#### [BRIEF]
From the data below, copy each line that includes the word "case".

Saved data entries
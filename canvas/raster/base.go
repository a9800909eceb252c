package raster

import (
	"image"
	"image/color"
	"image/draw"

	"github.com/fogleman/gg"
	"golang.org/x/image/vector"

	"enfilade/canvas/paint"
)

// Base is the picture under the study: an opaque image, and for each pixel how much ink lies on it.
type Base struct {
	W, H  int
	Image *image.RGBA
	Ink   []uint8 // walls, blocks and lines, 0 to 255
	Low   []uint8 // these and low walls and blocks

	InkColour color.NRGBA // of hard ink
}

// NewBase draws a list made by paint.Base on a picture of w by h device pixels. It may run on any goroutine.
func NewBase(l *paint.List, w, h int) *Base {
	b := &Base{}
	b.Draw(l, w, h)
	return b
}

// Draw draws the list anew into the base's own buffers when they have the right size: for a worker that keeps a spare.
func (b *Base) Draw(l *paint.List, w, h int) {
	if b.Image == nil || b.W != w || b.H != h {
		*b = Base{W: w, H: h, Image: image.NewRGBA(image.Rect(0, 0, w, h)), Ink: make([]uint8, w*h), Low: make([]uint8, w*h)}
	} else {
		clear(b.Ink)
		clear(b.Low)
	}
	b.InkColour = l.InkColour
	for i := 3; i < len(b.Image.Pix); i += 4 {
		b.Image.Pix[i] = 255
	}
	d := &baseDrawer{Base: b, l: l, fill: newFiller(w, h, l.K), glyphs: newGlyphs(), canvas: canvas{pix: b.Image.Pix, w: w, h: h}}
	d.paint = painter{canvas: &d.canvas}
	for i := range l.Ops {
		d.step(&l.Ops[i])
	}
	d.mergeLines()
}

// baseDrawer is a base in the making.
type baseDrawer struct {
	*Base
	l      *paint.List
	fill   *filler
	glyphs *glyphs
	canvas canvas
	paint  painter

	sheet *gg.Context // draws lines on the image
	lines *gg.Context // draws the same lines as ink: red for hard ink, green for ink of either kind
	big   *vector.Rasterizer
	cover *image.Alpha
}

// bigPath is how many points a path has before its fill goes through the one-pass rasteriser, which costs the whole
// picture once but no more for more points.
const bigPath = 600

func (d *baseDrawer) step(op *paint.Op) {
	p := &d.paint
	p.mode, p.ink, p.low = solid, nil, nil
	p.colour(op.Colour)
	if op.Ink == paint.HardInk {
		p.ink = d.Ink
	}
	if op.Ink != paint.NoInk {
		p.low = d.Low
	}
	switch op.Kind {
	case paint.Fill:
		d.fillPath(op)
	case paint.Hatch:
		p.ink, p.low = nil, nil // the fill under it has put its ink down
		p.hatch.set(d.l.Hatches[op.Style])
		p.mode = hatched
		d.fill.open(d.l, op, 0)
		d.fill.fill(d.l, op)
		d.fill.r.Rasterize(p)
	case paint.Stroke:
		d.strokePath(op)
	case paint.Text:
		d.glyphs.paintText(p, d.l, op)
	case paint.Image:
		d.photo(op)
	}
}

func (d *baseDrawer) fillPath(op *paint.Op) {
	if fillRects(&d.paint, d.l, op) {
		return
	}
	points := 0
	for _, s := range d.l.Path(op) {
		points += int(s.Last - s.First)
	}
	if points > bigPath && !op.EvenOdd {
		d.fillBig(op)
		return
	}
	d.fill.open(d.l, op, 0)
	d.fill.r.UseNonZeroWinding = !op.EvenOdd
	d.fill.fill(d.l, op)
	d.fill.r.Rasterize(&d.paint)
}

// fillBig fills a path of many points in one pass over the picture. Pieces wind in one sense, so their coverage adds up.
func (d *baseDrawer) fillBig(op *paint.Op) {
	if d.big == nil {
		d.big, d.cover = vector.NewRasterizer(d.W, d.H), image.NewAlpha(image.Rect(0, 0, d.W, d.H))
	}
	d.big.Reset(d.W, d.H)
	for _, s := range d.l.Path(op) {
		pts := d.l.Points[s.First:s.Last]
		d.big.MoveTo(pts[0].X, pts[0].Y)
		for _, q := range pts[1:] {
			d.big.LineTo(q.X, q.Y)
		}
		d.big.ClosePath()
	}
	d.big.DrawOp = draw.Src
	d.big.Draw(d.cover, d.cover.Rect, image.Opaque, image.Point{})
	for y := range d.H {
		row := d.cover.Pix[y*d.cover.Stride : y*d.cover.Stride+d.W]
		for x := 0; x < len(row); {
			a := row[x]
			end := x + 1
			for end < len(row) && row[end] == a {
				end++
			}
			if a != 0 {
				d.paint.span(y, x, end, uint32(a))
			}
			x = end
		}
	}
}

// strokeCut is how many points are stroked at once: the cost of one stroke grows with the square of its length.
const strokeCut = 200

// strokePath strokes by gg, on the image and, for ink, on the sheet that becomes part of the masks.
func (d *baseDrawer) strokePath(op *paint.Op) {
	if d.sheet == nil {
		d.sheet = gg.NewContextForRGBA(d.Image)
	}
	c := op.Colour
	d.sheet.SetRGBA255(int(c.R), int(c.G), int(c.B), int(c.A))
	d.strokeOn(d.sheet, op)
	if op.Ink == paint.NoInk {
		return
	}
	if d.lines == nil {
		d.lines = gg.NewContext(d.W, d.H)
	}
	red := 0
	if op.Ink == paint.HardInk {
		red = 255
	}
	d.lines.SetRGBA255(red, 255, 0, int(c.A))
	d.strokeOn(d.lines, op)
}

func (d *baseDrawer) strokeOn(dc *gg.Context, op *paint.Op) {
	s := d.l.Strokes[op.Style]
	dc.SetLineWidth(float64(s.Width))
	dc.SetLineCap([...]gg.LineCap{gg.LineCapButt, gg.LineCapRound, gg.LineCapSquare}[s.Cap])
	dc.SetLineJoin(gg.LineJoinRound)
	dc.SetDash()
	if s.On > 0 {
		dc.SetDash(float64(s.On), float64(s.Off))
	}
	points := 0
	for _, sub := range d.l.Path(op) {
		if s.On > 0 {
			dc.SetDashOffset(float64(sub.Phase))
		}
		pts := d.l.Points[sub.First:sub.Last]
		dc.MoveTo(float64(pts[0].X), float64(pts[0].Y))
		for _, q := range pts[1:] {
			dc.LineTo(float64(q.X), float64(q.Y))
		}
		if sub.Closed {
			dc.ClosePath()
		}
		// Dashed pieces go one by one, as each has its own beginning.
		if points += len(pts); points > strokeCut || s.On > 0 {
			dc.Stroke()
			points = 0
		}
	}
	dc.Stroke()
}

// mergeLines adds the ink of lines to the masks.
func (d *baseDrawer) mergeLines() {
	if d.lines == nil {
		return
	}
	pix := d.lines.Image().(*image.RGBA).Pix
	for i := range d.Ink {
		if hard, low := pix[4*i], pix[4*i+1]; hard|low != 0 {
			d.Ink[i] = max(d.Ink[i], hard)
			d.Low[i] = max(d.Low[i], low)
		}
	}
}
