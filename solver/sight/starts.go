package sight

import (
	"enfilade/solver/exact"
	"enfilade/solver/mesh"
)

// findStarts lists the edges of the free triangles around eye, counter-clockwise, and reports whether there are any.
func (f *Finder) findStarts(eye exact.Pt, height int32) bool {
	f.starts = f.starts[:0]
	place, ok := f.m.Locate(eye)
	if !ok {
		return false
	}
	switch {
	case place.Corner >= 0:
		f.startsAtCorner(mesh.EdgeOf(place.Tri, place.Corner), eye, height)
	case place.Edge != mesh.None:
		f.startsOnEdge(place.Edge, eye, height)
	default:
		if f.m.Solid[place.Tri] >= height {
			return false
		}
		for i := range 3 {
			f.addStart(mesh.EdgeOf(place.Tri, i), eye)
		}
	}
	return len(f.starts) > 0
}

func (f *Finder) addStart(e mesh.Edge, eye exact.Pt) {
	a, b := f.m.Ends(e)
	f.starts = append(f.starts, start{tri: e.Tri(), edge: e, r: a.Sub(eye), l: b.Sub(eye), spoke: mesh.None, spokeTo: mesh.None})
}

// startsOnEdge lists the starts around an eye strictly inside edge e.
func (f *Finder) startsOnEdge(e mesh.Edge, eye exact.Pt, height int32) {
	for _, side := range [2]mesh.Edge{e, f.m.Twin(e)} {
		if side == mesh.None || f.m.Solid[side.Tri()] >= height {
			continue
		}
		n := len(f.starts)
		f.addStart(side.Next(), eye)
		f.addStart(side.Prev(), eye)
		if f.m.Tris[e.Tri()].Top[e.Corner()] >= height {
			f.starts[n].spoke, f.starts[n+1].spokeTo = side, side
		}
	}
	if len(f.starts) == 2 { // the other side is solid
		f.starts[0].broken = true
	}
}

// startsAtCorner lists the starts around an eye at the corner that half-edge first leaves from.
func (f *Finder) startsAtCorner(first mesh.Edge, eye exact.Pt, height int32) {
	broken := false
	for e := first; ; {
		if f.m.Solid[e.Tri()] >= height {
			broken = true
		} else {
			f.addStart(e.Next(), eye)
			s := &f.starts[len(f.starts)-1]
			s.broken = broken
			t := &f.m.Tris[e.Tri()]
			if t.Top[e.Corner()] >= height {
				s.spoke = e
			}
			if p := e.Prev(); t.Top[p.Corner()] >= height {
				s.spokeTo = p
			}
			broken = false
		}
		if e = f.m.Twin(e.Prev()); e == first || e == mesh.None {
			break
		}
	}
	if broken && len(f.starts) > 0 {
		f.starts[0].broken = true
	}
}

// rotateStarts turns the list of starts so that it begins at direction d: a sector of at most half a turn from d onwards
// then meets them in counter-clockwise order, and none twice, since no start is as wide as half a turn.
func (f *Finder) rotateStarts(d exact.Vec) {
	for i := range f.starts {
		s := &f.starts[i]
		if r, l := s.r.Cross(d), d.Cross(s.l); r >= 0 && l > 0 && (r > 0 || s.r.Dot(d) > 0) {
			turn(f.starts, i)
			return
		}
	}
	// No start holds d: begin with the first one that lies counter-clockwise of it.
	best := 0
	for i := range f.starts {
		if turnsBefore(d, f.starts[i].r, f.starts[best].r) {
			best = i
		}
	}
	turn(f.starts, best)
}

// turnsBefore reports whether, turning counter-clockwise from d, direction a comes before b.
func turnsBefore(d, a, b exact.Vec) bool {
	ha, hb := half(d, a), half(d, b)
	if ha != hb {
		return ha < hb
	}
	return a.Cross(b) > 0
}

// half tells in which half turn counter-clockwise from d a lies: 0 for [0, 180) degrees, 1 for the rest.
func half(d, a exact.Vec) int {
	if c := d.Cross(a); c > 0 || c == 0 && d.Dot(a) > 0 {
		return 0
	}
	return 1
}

#### [OUTPUT OF THE EXERCISE]
	case paint.Fill:
	case paint.Hatch:
	case paint.Stroke:
	case paint.Text:
	case paint.Image:
	case place.Corner >= 0:
	case place.Edge != mesh.None:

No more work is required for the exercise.